— Goal of the exercise —
The full set of entries, reproduced exactly, is the expected answer.

Saved data entries

________________________________________

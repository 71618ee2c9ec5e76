"""Intake: read the user's table, map its columns, convert units and validate.

The entry point is :func:`read_junctions`; the pieces live in :mod:`~allobranch.intake.readers` (file
formats), :mod:`~allobranch.intake.recipe` (the column mapping), :mod:`~allobranch.intake.units` (units and
diameters) and :mod:`~allobranch.intake.validate` (checks and the junction table).
"""

from __future__ import annotations

import os
from pathlib import Path
from typing import Any

import pandas as pd

from allobranch.errors import InputError, Problem, RecipeError
from allobranch.intake.mapping import ColumnMapping
from allobranch.intake.readers import RawTable, read_table
from allobranch.intake.recipe import load_recipe, mapping_from_options, write_recipe
from allobranch.intake.table import JunctionTable, ValidationReport
from allobranch.intake.validate import build_junction_table

__all__ = [
    "ColumnMapping",
    "JunctionTable",
    "ValidationReport",
    "load_recipe",
    "mapping_from_options",
    "read_junctions",
    "resolve_mapping",
    "write_recipe",
]


def resolve_mapping(
    mapping: ColumnMapping | None = None, *, recipe: str | os.PathLike | None = None, **mapping_kwargs: Any
) -> ColumnMapping:
    """Combine a mapping or a recipe file with keyword overrides into one checked mapping.

    Parameters
    ----------
    mapping : ColumnMapping, optional
        A mapping built in Python.
    recipe : str or path-like, optional
        A TOML recipe file (see :func:`allobranch.intake.recipe.load_recipe`); not together with ``mapping``.
    **mapping_kwargs
        Field overrides accepted by :func:`allobranch.intake.recipe.mapping_from_options` (``parent``,
        ``daughters``, ``unit``, ...). Without a mapping or recipe, ``parent`` and ``daughters`` are needed.

    Returns
    -------
    ColumnMapping
        The mapping given, read from the recipe or built from the keywords; checked.

    Raises
    ------
    RecipeError
        If both a mapping and a recipe are given, or the result is inconsistent.
    """
    if mapping is not None and recipe is not None:
        raise RecipeError(
            [
                Problem(
                    "fatal",
                    str(recipe),
                    None,
                    None,
                    "both a mapping and a recipe were given",
                    "give one of them; use keyword arguments to override single fields",
                )
            ]
        )
    base = load_recipe(recipe) if recipe is not None else mapping
    return mapping_from_options(base=base, **mapping_kwargs)


def _read_repeats(spec: str, main: RawTable, encoding: str | None) -> RawTable:
    """Find and read the repeat readings: a file (relative paths beside the main file) or an Excel sheet."""
    path = Path(spec)
    if not path.is_absolute() and main.path is not None:
        path = main.path.parent / path
    if path.is_file():
        return read_table(path, encoding=encoding)
    if main.kind == "excel" and spec in main.sheet_names:
        return read_table(main.path, sheet=spec)
    where = f" (looked in {path.parent})" if main.path is not None else ""
    sheets = f", nor a sheet of {main.label}" if main.kind == "excel" else ""
    raise InputError(
        [
            Problem(
                "fatal",
                spec,
                None,
                None,
                f"repeat-readings file not found{where}{sheets}",
                "give the path of the repeat-readings file (relative paths are taken beside the "
                "junction table)",
                "file_not_found",
            )
        ]
    )


def read_junctions(
    source: str | os.PathLike | pd.DataFrame,
    mapping: ColumnMapping | None = None,
    *,
    recipe: str | os.PathLike | None = None,
    **mapping_kwargs: Any,
) -> JunctionTable:
    """Read, convert and validate a table of branching junctions.

    Parameters
    ----------
    source : str, path-like or pandas.DataFrame
        CSV, TSV, semicolon-separated (decimal comma), Parquet or Excel (.xlsx) file, or a DataFrame (which
        is not changed). Row numbers in messages count the header as row 1. Text files may start with a
        byte-order mark, use CRLF line ends and quote fields (RFC 4180); spaces around column names are
        ignored.
    mapping : ColumnMapping, optional
        How the columns map onto junctions.
    recipe : str or path-like, optional
        A TOML recipe file instead of ``mapping``.
    **mapping_kwargs
        Mapping fields given directly or overriding the mapping/recipe, e.g. ``parent="r0"``,
        ``daughters=["r1", "r2"]``, ``unit="um"``, ``measure="diameter"``, ``rel_error=0.05``.
        ``encoding="latin-1"`` (any Python codec name; recipe key ``encoding`` under ``[input]``) reads text
        files in that encoding instead of UTF-8; it applies to a repeat-readings text file too.

    Notes
    -----
    Size and standard-error cells must be numbers or empty. Words that stand for a missing value
    (:data:`allobranch.intake.validate.MISSING_WORDS`, e.g. ``NA``, ``n/a``, ``#N/A``), infinite values and
    numbers too large to represent are refused with the row and column, so that no reading is treated as
    absent by accident. An empty cell in the third or later daughter column means that junction has fewer
    daughters; an empty standard-error cell is kept and flagged.

    Returns
    -------
    JunctionTable
        One row per junction with radii in mm (px stays px); flags and excluded rows in ``.report``.

    Raises
    ------
    InputError
        Listing every problem (file, row, column, what to do) when the table cannot be used.
    RecipeError
        When the mapping is incomplete or inconsistent.

    Examples
    --------
    >>> import pandas as pd
    >>> df = pd.DataFrame({"p": [1.0], "a": [0.8], "b": [0.7]})
    >>> read_junctions(df, parent="p", daughters=["a", "b"], unit="mm").n_junctions
    1
    """
    checked = resolve_mapping(mapping, recipe=recipe, **mapping_kwargs)
    raw = read_table(source, sheet=checked.sheet, encoding=checked.encoding)
    repeats = _read_repeats(checked.repeats, raw, checked.encoding) if checked.repeats else None
    return build_junction_table(raw, checked, repeats)
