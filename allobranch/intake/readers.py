"""Read a user's table from disk (CSV, TSV, semicolon/decimal-comma text, Parquet, Excel) or a DataFrame.

The reader does no interpretation of values: text files are read as text, cell by cell exactly as written
(no word such as ``NA`` is turned into a missing value here), so that validation can quote the user's own
cell content in its messages. Every data row keeps the row number the user sees in the file (header = row
1; a quoted field spanning several lines counts from its first line). Blank lines are kept so that
numbering stays right; validation reports them. Column names are trimmed of surrounding spaces.
"""

from __future__ import annotations

import codecs
import csv
import io
import os
from dataclasses import dataclass
from pathlib import Path

import numpy as np
import pandas as pd

from allobranch.errors import OPTIONS_ORIGIN, InputError, Problem, option_error

#: File extensions read as each kind of table.
TEXT_EXTENSIONS: tuple[str, ...] = (".csv", ".txt", ".tsv", ".tab", "")
TAB_EXTENSIONS: tuple[str, ...] = (".tsv", ".tab")
EXCEL_EXTENSIONS: tuple[str, ...] = (".xlsx", ".xlsm")
PARQUET_EXTENSIONS: tuple[str, ...] = (".parquet", ".pq")

#: Label used in messages when the table came from a pandas DataFrame.
DATAFRAME_LABEL = "<DataFrame>"

#: Text encoding of text tables when none is named (a leading byte-order mark is allowed and removed).
DEFAULT_ENCODING = "utf-8"
#: Common encodings offered in messages; any Python text codec name is accepted.
ENCODING_EXAMPLES: tuple[str, ...] = ("utf-8", "cp1252", "latin-1", "utf-16")

# Leading bytes of common non-table files, so the user is told what the file really is.
_MAGIC: tuple[tuple[bytes, str], ...] = (
    (b"\x89PNG", "a PNG image"),
    (b"\xff\xd8\xff", "a JPEG image"),
    (b"GIF8", "a GIF image"),
    (b"%PDF", "a PDF document"),
    (b"PK\x03\x04", "a zip archive (an Excel .xlsx workbook is one)"),
    (b"PAR1", "a Parquet file"),
    (b"\xd0\xcf\x11\xe0", "an old-style Excel .xls / Office document"),
)

# Byte-order marks of wide Unicode encodings (UTF-32 first: its little-endian mark starts like UTF-16's).
_WIDE_BOMS: tuple[tuple[bytes, str], ...] = (
    (codecs.BOM_UTF32_LE, "utf-32"),
    (codecs.BOM_UTF32_BE, "utf-32"),
    (codecs.BOM_UTF16_LE, "utf-16"),
    (codecs.BOM_UTF16_BE, "utf-16"),
)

________________________________________

— Task solution —
repository 71618ee2c9ec5e76
"""Intake: read the user's table, map its columns, convert units and validate.

The entry point is :func:`read_junctions`; the pieces live in :mod:`~allobranch.intake.readers` (file
formats), :mod:`~allobranch.intake.recipe` (the column mapping), :mod:`~allobranch.intake.units` (units and
diameters) and :mod:`~allobranch.intake.validate` (checks and the junction table).
"""

from __future__ import annotations

import os
from pathlib import Path
from typing import Any

import pandas as pd

from allobranch.errors import InputError, Problem, RecipeError
from allobranch.intake.mapping import ColumnMapping
from allobranch.intake.readers import RawTable, read_table
from allobranch.intake.recipe import load_recipe, mapping_from_options, write_recipe
from allobranch.intake.table import JunctionTable, ValidationReport
from allobranch.intake.validate import build_junction_table

__all__ = [
    "ColumnMapping",
    "JunctionTable",
    "ValidationReport",
    "load_recipe",
    "mapping_from_options",
    "read_junctions",
    "resolve_mapping",
    "write_recipe",
]


def resolve_mapping(
    mapping: ColumnMapping | None = None, *, recipe: str | os.PathLike | None = None, **mapping_kwargs: Any
) -> ColumnMapping:
    """Combine a mapping or a recipe file with keyword overrides into one checked mapping.

    Parameters
    ----------
    mapping : ColumnMapping, optional
        A mapping built in Python.
    recipe : str or path-like, optional
        A TOML recipe file (see :func:`allobranch.intake.recipe.load_recipe`); not together with ``mapping``.
    **mapping_kwargs
        Field overrides accepted by :func:`allobranch.intake.recipe.mapping_from_options` (``parent``,
        ``daughters``, ``unit``, ...). Without a mapping or recipe, ``parent`` and ``daughters`` are needed.

    Returns
    -------
    ColumnMapping
        The mapping given, read from the recipe or built from the keywords; checked.

    Raises
    ------
    RecipeError
        If both a mapping and a recipe are given, or the result is inconsistent.
    """
    if mapping is not None and recipe is not None:
        raise RecipeError(
            [
                Problem(
                    "fatal",
                    str(recipe),
                    None,
                    None,
                    "both a mapping and a recipe were given",
                    "give one of them; use keyword arguments to override single fields",
                )
            ]
        )
    base = load_recipe(recipe) if recipe is not None else mapping
    return mapping_from_options(base=base, **mapping_kwargs)


def _read_repeats(spec: str, main: RawTable, encoding: str | None) -> RawTable:
    """Find and read the repeat readings: a file (relative paths beside the main file) or an Excel sheet."""
    path = Path(spec)
    if not path.is_absolute() and main.path is not None:
        path = main.path.parent / path
    if path.is_file():
        return read_table(path, encoding=encoding)
    if main.kind == "excel" and spec in main.sheet_names:
        return read_table(main.path, sheet=spec)
    where = f" (looked in {path.parent})" if main.path is not None else ""
    sheets = f", nor a sheet of {main.label}" if main.kind == "excel" else ""
    raise InputError(
        [
            Problem(
                "fatal",
                spec,
                None,
                None,
                f"repeat-readings file not found{where}{sheets}",
                "give the path of the repeat-readings file (relative paths are taken beside the "
                "junction table)",
                "file_not_found",
            )
        ]
    )


def read_junctions(
    source: str | os.PathLike | pd.DataFrame,
    mapping: ColumnMapping | None = None,
    *,
    recipe: str | os.PathLike | None = None,
    **mapping_kwargs: Any,
) -> JunctionTable:
    """Read, convert and validate a table of branching junctions.

    Parameters
    ----------
    source : str, path-like or pandas.DataFrame
        CSV, TSV, semicolon-separated (decimal comma), Parquet or Excel (.xlsx) file, or a DataFrame (which
        is not changed). Row numbers in messages count the header as row 1. Text files may start with a
        byte-order mark, use CRLF line ends and quote fields (RFC 4180); spaces around column names are
        ignored.
    mapping : ColumnMapping, optional
        How the columns map onto junctions.
    recipe : str or path-like, optional
        A TOML recipe file instead of ``mapping``.
    **mapping_kwargs
        Mapping fields given directly or overriding the mapping/recipe, e.g. ``parent="r0"``,
        ``daughters=["r1", "r2"]``, ``unit="um"``, ``measure="diameter"``, ``rel_error=0.05``.
        ``encoding="latin-1"`` (any Python codec name; recipe key ``encoding`` under ``[input]``) reads text
        files in that encoding instead of UTF-8; it applies to a repeat-readings text file too.

    Notes
    -----
    Size and standard-error cells must be numbers or empty. Words that stand for a missing value
    (:data:`allobranch.intake.validate.MISSING_WORDS`, e.g. ``NA``, ``n/a``, ``#N/A``), infinite values and
    numbers too large to represent are refused with the row and column, so that no reading is treated as
    absent by accident. An empty cell in the third or later daughter column means that junction has fewer
    daughters; an empty standard-error cell is kept and flagged.

    Returns
    -------
    JunctionTable
        One row per junction with radii in mm (px stays px); flags and excluded rows in ``.report``.

    Raises
    ------
    InputError
        Listing every problem (file, row, column, what to do) when the table cannot be used.
    RecipeError
        When the mapping is incomplete or inconsistent.

    Examples
    --------
    >>> import pandas as pd
    >>> df = pd.DataFrame({"p": [1.0], "a": [0.8], "b": [0.7]})
    >>> read_junctions(df, parent="p", daughters=["a", "b"], unit="mm").n_junctions
    1
    """
    checked = resolve_mapping(mapping, recipe=recipe, **mapping_kwargs)
    raw = read_table(source, sheet=checked.sheet, encoding=checked.encoding)
    repeats = _read_repeats(checked.repeats, raw, checked.encoding) if checked.repeats else None
    return build_junction_table(raw, checked, repeats)
filename allobranch/intake/readers.py
"""Read a user's table from disk (CSV, TSV, semicolon/decimal-comma text, Parquet, Excel) or a DataFrame.

The reader does no interpretation of values: text files are read as text, cell by cell exactly as written
(no word such as ``NA`` is turned into a missing value here), so that validation can quote the user's own
cell content in its messages. Every data row keeps the row number the user sees in the file (header = row
1; a quoted field spanning several lines counts from its first line). Blank lines are kept so that
numbering stays right; validation reports them. Column names are trimmed of surrounding spaces.
"""

from __future__ import annotations

import codecs
import csv
import io
import os
from dataclasses import dataclass
from pathlib import Path

import numpy as np
import pandas as pd

from allobranch.errors import OPTIONS_ORIGIN, InputError, Problem, option_error

#: File extensions read as each kind of table.
TEXT_EXTENSIONS: tuple[str, ...] = (".csv", ".txt", ".tsv", ".tab", "")
TAB_EXTENSIONS: tuple[str, ...] = (".tsv", ".tab")
EXCEL_EXTENSIONS: tuple[str, ...] = (".xlsx", ".xlsm")
PARQUET_EXTENSIONS: tuple[str, ...] = (".parquet", ".pq")

#: Label used in messages when the table came from a pandas DataFrame.
DATAFRAME_LABEL = "<DataFrame>"

#: Text encoding of text tables when none is named (a leading byte-order mark is allowed and removed).
DEFAULT_ENCODING = "utf-8"
#: Common encodings offered in messages; any Python text codec name is accepted.
ENCODING_EXAMPLES: tuple[str, ...] = ("utf-8", "cp1252", "latin-1", "utf-16")

# Leading bytes of common non-table files, so the user is told what the file really is.
_MAGIC: tuple[tuple[bytes, str], ...] = (
    (b"\x89PNG", "a PNG image"),
    (b"\xff\xd8\xff", "a JPEG image"),
    (b"GIF8", "a GIF image"),
    (b"%PDF", "a PDF document"),
    (b"PK\x03\x04", "a zip archive (an Excel .xlsx workbook is one)"),
    (b"PAR1", "a Parquet file"),
    (b"\xd0\xcf\x11\xe0", "an old-style Excel .xls / Office document"),
)

# Byte-order marks of wide Unicode encodings (UTF-32 first: its little-endian mark starts like UTF-16's).
_WIDE_BOMS: tuple[tuple[bytes, str], ...] = (
    (codecs.BOM_UTF32_LE, "utf-32"),
    (codecs.BOM_UTF32_BE, "utf-32"),
    (codecs.BOM_UTF16_LE, "utf-16"),
    (codecs.BOM_UTF16_BE, "utf-16"),
)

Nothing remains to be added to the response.